*** Begin section ***

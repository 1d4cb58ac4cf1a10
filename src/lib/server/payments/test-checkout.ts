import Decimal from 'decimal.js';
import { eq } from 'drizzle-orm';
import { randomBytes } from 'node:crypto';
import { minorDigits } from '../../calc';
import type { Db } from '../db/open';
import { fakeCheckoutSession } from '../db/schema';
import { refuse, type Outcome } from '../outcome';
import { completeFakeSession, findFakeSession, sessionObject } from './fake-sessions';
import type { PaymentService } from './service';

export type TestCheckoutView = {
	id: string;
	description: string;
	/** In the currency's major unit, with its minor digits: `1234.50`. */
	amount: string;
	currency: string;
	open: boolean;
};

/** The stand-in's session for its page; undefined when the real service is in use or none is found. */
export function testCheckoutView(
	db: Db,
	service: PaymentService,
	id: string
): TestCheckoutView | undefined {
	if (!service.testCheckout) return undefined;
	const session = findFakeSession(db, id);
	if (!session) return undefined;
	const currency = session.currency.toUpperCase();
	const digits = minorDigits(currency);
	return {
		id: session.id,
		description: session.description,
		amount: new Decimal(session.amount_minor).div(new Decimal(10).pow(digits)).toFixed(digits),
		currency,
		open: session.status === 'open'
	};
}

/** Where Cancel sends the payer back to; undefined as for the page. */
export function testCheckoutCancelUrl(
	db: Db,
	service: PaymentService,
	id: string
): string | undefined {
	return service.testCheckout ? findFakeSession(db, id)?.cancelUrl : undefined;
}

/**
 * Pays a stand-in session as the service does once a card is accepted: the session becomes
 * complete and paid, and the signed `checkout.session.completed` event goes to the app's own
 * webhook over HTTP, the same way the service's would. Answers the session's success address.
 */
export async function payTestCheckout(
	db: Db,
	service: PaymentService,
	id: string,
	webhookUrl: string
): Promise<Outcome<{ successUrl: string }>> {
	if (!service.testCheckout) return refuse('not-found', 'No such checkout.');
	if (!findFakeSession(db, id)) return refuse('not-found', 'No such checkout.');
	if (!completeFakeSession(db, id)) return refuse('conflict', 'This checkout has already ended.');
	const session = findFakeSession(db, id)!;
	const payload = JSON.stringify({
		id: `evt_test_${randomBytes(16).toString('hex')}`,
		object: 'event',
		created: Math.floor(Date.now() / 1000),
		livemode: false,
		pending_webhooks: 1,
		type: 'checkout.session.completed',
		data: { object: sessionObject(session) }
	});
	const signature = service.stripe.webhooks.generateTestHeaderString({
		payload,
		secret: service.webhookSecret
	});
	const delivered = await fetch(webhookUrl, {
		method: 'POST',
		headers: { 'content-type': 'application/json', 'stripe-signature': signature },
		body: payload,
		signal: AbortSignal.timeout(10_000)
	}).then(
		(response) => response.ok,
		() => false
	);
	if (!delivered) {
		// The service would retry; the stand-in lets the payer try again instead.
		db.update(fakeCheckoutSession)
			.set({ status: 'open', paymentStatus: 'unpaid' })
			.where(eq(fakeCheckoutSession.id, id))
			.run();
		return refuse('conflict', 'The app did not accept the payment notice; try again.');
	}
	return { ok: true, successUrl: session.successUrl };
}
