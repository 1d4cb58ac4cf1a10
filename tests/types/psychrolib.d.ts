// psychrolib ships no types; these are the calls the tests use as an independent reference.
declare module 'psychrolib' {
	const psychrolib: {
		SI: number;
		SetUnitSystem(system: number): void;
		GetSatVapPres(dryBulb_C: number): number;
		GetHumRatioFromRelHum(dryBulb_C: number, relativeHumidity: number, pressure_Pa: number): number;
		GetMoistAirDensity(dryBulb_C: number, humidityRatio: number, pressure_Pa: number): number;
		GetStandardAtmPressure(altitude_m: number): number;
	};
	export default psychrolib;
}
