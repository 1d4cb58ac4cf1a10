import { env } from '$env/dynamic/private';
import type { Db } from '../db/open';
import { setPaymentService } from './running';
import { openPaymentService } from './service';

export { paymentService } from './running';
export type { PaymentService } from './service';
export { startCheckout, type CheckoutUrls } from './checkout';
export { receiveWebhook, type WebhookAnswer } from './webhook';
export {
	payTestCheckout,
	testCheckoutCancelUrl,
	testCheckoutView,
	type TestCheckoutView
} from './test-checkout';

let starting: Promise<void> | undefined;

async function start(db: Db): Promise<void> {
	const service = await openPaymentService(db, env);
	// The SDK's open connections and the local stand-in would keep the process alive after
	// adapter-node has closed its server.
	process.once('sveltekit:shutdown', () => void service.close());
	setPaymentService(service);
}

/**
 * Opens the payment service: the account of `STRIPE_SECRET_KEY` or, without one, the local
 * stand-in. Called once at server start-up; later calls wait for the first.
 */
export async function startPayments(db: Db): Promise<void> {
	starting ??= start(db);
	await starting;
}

*** End section ***

WHAT IS REQUIRED
For this exercise, give the entries above again with no difference at all.

TASK SOLUTION
repository 1d4cb58ac4cf1a10
filename src/lib/server/payments/test-checkout.ts
import Decimal from 'decimal.js';
import { eq } from 'drizzle-orm';
import { randomBytes } from 'node:crypto';
import { minorDigits } from '../../calc';
import type { Db } from '../db/open';
import { fakeCheckoutSession } from '../db/schema';
import { refuse, type Outcome } from '../outcome';
import { completeFakeSession, findFakeSession, sessionObject } from './fake-sessions';
import type { PaymentService } from './service';

export type TestCheckoutView = {
	id: string;
	description: string;
	/** In the currency's major unit, with its minor digits: `1234.50`. */
	amount: string;
	currency: string;
	open: boolean;
};

/** The stand-in's session for its page; undefined when the real service is in use or none is found. */
export function testCheckoutView(
	db: Db,
	service: PaymentService,
	id: string
): TestCheckoutView | undefined {
	if (!service.testCheckout) return undefined;
	const session = findFakeSession(db, id);
	if (!session) return undefined;
	const currency = session.currency.toUpperCase();
	const digits = minorDigits(currency);
	return {
		id: session.id,
		description: session.description,
		amount: new Decimal(session.amount_minor).div(new Decimal(10).pow(digits)).toFixed(digits),
		currency,
		open: session.status === 'open'
	};
}

/** Where Cancel sends the payer back to; undefined as for the page. */
export function testCheckoutCancelUrl(
	db: Db,
	service: PaymentService,
	id: string
): string | undefined {
	return service.testCheckout ? findFakeSession(db, id)?.cancelUrl : undefined;
}

/**
 * Pays a stand-in session as the service does once a card is accepted: the session becomes
 * complete and paid, and the signed `checkout.session.completed` event goes to the app's own
 * webhook over HTTP, the same way the service's would. Answers the session's success address.
 */
export async function payTestCheckout(
	db: Db,
	service: PaymentService,
	id: string,
	webhookUrl: string
): Promise<Outcome<{ successUrl: string }>> {
	if (!service.testCheckout) return refuse('not-found', 'No such checkout.');
	if (!findFakeSession(db, id)) return refuse('not-found', 'No such checkout.');
	if (!completeFakeSession(db, id)) return refuse('conflict', 'This checkout has already ended.');
	const session = findFakeSession(db, id)!;
	const payload = JSON.stringify({
		id: `evt_test_${randomBytes(16).toString('hex')}`,
		object: 'event',
		created: Math.floor(Date.now() / 1000),
		livemode: false,
		pending_webhooks: 1,
		type: 'checkout.session.completed',
		data: { object: sessionObject(session) }
	});
	const signature = service.stripe.webhooks.generateTestHeaderString({
		payload,
		secret: service.webhookSecret
	});
	const delivered = await fetch(webhookUrl, {
		method: 'POST',
		headers: { 'content-type': 'application/json', 'stripe-signature': signature },
		body: payload,
		signal: AbortSignal.timeout(10_000)
	}).then(
		(response) => response.ok,
		() => false
	);
	if (!delivered) {
		// The service would retry; the stand-in lets the payer try again instead.
		db.update(fakeCheckoutSession)
			.set({ status: 'open', paymentStatus: 'unpaid' })
			.where(eq(fakeCheckoutSession.id, id))
			.run();
		return refuse('conflict', 'The app did not accept the payment notice; try again.');
	}
	return { ok: true, successUrl: session.successUrl };
}
repository 1d4cb58ac4cf1a10
filename tests/types/psychrolib.d.ts
// psychrolib ships no types; these are the calls the tests use as an independent reference.
declare module 'psychrolib' {
	const psychrolib: {
		SI: number;
		SetUnitSystem(system: number): void;
		GetSatVapPres(dryBulb_C: number): number;
		GetHumRatioFromRelHum(dryBulb_C: number, relativeHumidity: number, pressure_Pa: number): number;
		GetMoistAirDensity(dryBulb_C: number, humidityRatio: number, pressure_Pa: number): number;
		GetStandardAtmPressure(altitude_m: number): number;
	};
	export default psychrolib;
}
repository 1d4cb58ac4cf1a10
import { env } from '$env/dynamic/private';
import type { Db } from '../db/open';
import { setPaymentService } from './running';
import { openPaymentService } from './service';

export { paymentService } from './running';
export type { PaymentService } from './service';
export { startCheckout, type CheckoutUrls } from './checkout';
export { receiveWebhook, type WebhookAnswer } from './webhook';
export {
	payTestCheckout,
	testCheckoutCancelUrl,
	testCheckoutView,
	type TestCheckoutView
} from './test-checkout';

let starting: Promise<void> | undefined;

async function start(db: Db): Promise<void> {
	const service = await openPaymentService(db, env);
	// The SDK's open connections and the local stand-in would keep the process alive after
	// adapter-node has closed its server.
	process.once('sveltekit:shutdown', () => void service.close());
	setPaymentService(service);
}

/**
 * Opens the payment service: the account of `STRIPE_SECRET_KEY` or, without one, the local
 * stand-in. Called once at server start-up; later calls wait for the first.
 */
export async function startPayments(db: Db): Promise<void> {
	starting ??= start(db);
	await starting;
}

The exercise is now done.